Portuguese prospectors found gold in southern Brazil during the 1690’s. Ships then began to carry the precious metal from Rio to Portugal. The gold trade attracted many settlers to Rio during the 1700’s. The city became the capital of Brazil in 1763.
The ruler of Portugal, Prince John (later King John VI), came to Rio in 1808 to escape a French invasion of Lisbon, the Portuguese capital. He made Rio the capital of the Portuguese Empire. Thousands of other wealthy Portuguese also fled to Rio. They established medical and military schools and a large city library. Lisbon again became the capital of the empire in 1821, when John returned there. In 1822, Brazil became independent with Rio as its capital. Trade expanded with Europe and North America in the mid-1800’s.

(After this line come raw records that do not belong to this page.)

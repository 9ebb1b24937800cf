//! Vector equations, and equations made of them: each becomes its component equations, or
//! a scalar one, at its place in the order of declarations.

use crate::model::errors::{Clash, ModelError, Shape};
use crate::model::frames::components::Writer;
use crate::model::frames::shapes::{Found, Shapes};
use crate::model::frames::{FrameInfo, build};
use crate::model::{Model, VectorEquationInfo, names, order};
use crate::source::Span;
use crate::syntax::ast::{self, EquationBody, ExprKind};

/// Every equation comes out as scalar ones, at its place in the order of declarations. Those
/// made of others come when all that they are made of is known.
pub(super) fn resolve(
    model: &mut Model,
    frame_needed: &mut Option<Span>,
    errors: &mut Vec<ModelError>,
) {
    let mut declared = std::mem::take(&mut model.equations);
    let order = order_of(model, &mut declared, errors);
    let mut waiting: Vec<Option<ast::EquationDecl>> = declared.into_iter().map(Some).collect();
    let mut scalar = vec![Vec::new(); waiting.len()];
    for place in order {
        if let Some(decl) = waiting[place].take() {
            scalar[place] = scalar_equations(model, decl, frame_needed, errors);
        }
    }
    index(model, scalar.into_iter().flatten().collect(), errors);
}

/// An order in which each equation comes after those it is made of. What is made of itself
/// is told, and left out.
fn order_of(
    model: &Model,
    declared: &mut [ast::EquationDecl],
    errors: &mut Vec<ModelError>,
) -> Vec<usize> {
    let of = |decl: &ast::EquationDecl| {
        let mut found = Vec::new();
        if let EquationBody::Made(expr) = &decl.body {
            names::visit_names(expr, &mut |name, _| found.extend(model.equation(name)));
        }
        found
    };
    let mut needs: Vec<Vec<usize>> = declared.iter().map(of).collect();
    loop {
        let ring = match order::order(&needs) {
            Ok(order) => return order,
            Err(ring) => ring,
        };
        let name = |idx: &usize| &declared[*idx].name;
        errors.push(ModelError::Circular {
            names: ring.iter().map(|idx| name(idx).text.clone()).collect(),
            spans: ring.iter().map(|idx| name(idx).span).collect(),
            is_split: false,
        });
        for idx in ring {
            needs[idx].clear();
            declared[idx] = silenced(declared[idx].clone());
        }
    }
}

/// What an equation stands for: itself, or the components of a vector equation.
fn scalar_equations(
    model: &mut Model,
    decl: ast::EquationDecl,
    frame_needed: &mut Option<Span>,
    errors: &mut Vec<ModelError>,
) -> Vec<ast::EquationDecl> {
    let mut shapes = match decl.body {
        EquationBody::Written { .. } => Shapes::new(model),
        EquationBody::Made(_) => Shapes::of_equations(model),
    };
    let (found, span) = match &decl.body {
        EquationBody::Written { left, right } => {
            let sides = (shapes.shape(left), shapes.shape(right));
            let found = shapes.same((sides.0, left.span), (sides.1, right.span));
            (found, left.span)
        }
        EquationBody::Made(expr) => (shapes.shape(expr), expr.span),
    };
    if let Some(span) = shapes.frame_needed {
        frame_needed.get_or_insert(span);
    }
    let has_operations = shapes.frame_needed.is_some();
    let is_faulty = !shapes.errors.is_empty() || model.frame.is_none() && has_operations;
    errors.append(&mut shapes.errors);
    match found {
        Found::Known(Shape::Stress) => {
            errors.push(ModelError::WrongShape {
                wanted: Shape::Vector,
                found: Shape::Stress,
                span,
                because: None,
            });
            vec![silenced(decl)]
        }
        Found::Known(Shape::Vector) => match component_equations(model, &decl, is_faulty) {
            Ok(made) => {
                model.vector_equations.push(VectorEquationInfo {
                    name: decl.name,
                    components: made.iter().map(|made| made.name.text.clone()).collect(),
                });
                made
            }
            Err(error) => {
                errors.extend(error);
                vec![silenced(decl)]
            }
        },
        Found::Known(Shape::Scalar) | Found::Any if !is_faulty => {
            let mut decl = decl;
            match write_out(model, &mut decl) {
                Ok(()) => vec![decl],
                Err(error) => {
                    errors.push(error);
                    vec![silenced(decl)]
                }
            }
        }
        Found::Known(Shape::Scalar) | Found::Any | Found::Faulty => vec![silenced(decl)],
    }
}

/// Writes out the scalar operations of a made equation, as `div(momentum)`.
fn write_out(model: &Model, decl: &mut ast::EquationDecl) -> Result<(), ModelError> {
    if let (EquationBody::Made(expr), Some(frame)) = (&decl.body, &model.frame) {
        let span = expr.span;
        let made = Writer::of_equations(model, frame).scalar(expr)?;
        decl.body = EquationBody::Made(made.unwrap_or_else(|| build::zero(span)));
    }
    Ok(())
}

/// An equation whose faults were told: nothing more is said of what stands in it.
fn silenced(mut decl: ast::EquationDecl) -> ast::EquationDecl {
    let error = |span| ast::Expr {
        kind: ExprKind::Error,
        span,
    };
    decl.body = EquationBody::Written {
        left: error(decl.name.span),
        right: error(decl.name.span),
    };
    decl
}

/// The name of a component equation.
pub(super) fn component_name(equation: &str, along: &str) -> String {
    format!("{equation}_{along}")
}

/// The component equations of a vector equation, those left out in which nothing stands.
fn component_equations(
    model: &Model,
    decl: &ast::EquationDecl,
    is_faulty: bool,
) -> Result<Vec<ast::EquationDecl>, Option<ModelError>> {
    let frame = model.frame.as_ref().ok_or(None)?;
    let mut made = Vec::new();
    for (axis, along) in frame.coordinates.iter().enumerate() {
        let mut component = ast::EquationDecl {
            name: ast::Name {
                text: component_name(&decl.name.text, &along.text),
                span: decl.name.span,
            },
            ..decl.clone()
        };
        if is_faulty {
            made.push(silenced(component));
            continue;
        }
        if let Some(body) = component_body(model, frame, &decl.body, axis)? {
            component.body = body;
            made.push(component);
        }
    }
    Ok(made)
}

/// One component of both sides, or of a combination; none where nothing is left.
fn component_body(
    model: &Model,
    frame: &FrameInfo,
    body: &EquationBody,
    axis: usize,
) -> Result<Option<EquationBody>, ModelError> {
    match body {
        EquationBody::Written { left, right } => {
            let mut writer = Writer::new(model, frame);
            let sides = (
                writer.component(left, axis)?,
                writer.component(right, axis)?,
            );
            Ok(match sides {
                (None, None) => None,
                (one, other) => Some(EquationBody::Written {
                    left: one.unwrap_or_else(|| build::zero(left.span)),
                    right: other.unwrap_or_else(|| build::zero(right.span)),
                }),
            })
        }
        EquationBody::Made(expr) => {
            let mut writer = Writer::of_equations(model, frame);
            let Some(made) = writer.component(expr, axis)? else {
                return Ok(None);
            };
            Ok(writer.scalar(&made)?.map(EquationBody::Made))
        }
    }
}

/// Puts the equations into the model under their names.
fn index(model: &mut Model, equations: Vec<ast::EquationDecl>, errors: &mut Vec<ModelError>) {
    model.equation_names.clear();
    for decl in equations {
        let name = decl.name.text.clone();
        if let Some(&first) = model.equation_names.get(&name) {
            errors.push(ModelError::NameClash {
                name,
                span: decl.name.span,
                first: Some(model.equations[first].name.span),
                what: Clash::Equation,
            });
            continue;
        }
        model.equation_names.insert(name, model.equations.len());
        model.equations.push(decl);
    }
}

Coffee became an important export. Rio had more than half a million people in 1890.
During the early 1900’s, Rio was modernized. The port was redesigned. Broad boulevards were constructed. Millions of people moved to the city from rural Brazil during the early and mid-1900’s. Apartment buildings were erected to provide housing for the growing population. However, many of the newcomers could not afford to rent apartments. They had to live in the favelas. Since the mid-1900’s, the federal government has built a number of housing projects in Rio for low-income residents. The government has also granted financial aid to manufacturers in an effort to attract new industrial employers to Rio de Janeiro.
Brasília replaced Rio as the national capital in 1960. The federal government moved there during the 1960’s and 1970’s. Since 1975, Rio has absorbed some of its suburbs and outlying areas. As a result, the city’s area has increased from 60 square miles (155 square kilometers) to 487 square miles (1,261 square kilometers). The population has also increased greatly. In the early 2000’s, housing for the poor and pollution were among the problems facing the government of Rio.
In July 2007, Rio de Janeiro hosted the 15th Pan American Games, an athletic competition held every four years in the Western Hemisphere. In 2009, the International Olympic Committee chose Rio to host the 2016 Olympic Games. It was the first time a South American city had been chosen as the site for the Olympics. In 2014, Rio was one of 12 Brazilian cities that hosted the World Cup soccer competition, held every four years. Rio had hosted World Cup games once before, in 1950. Such sporting events helped initiate a large project to revitalize Rio’s port area in the early 2000’s.
Heavy rains—the heaviest in about 50 years—caused deadly landslides in the Rio de Janeiro metropolitan area in April 2010. Government officials said that hundreds of people, mostly residents of Rio’s slums, were killed and that thousands were left homeless. In January 2011, mudslides caused by flooding killed more than 800 people in neighboring towns north of Rio de Janeiro.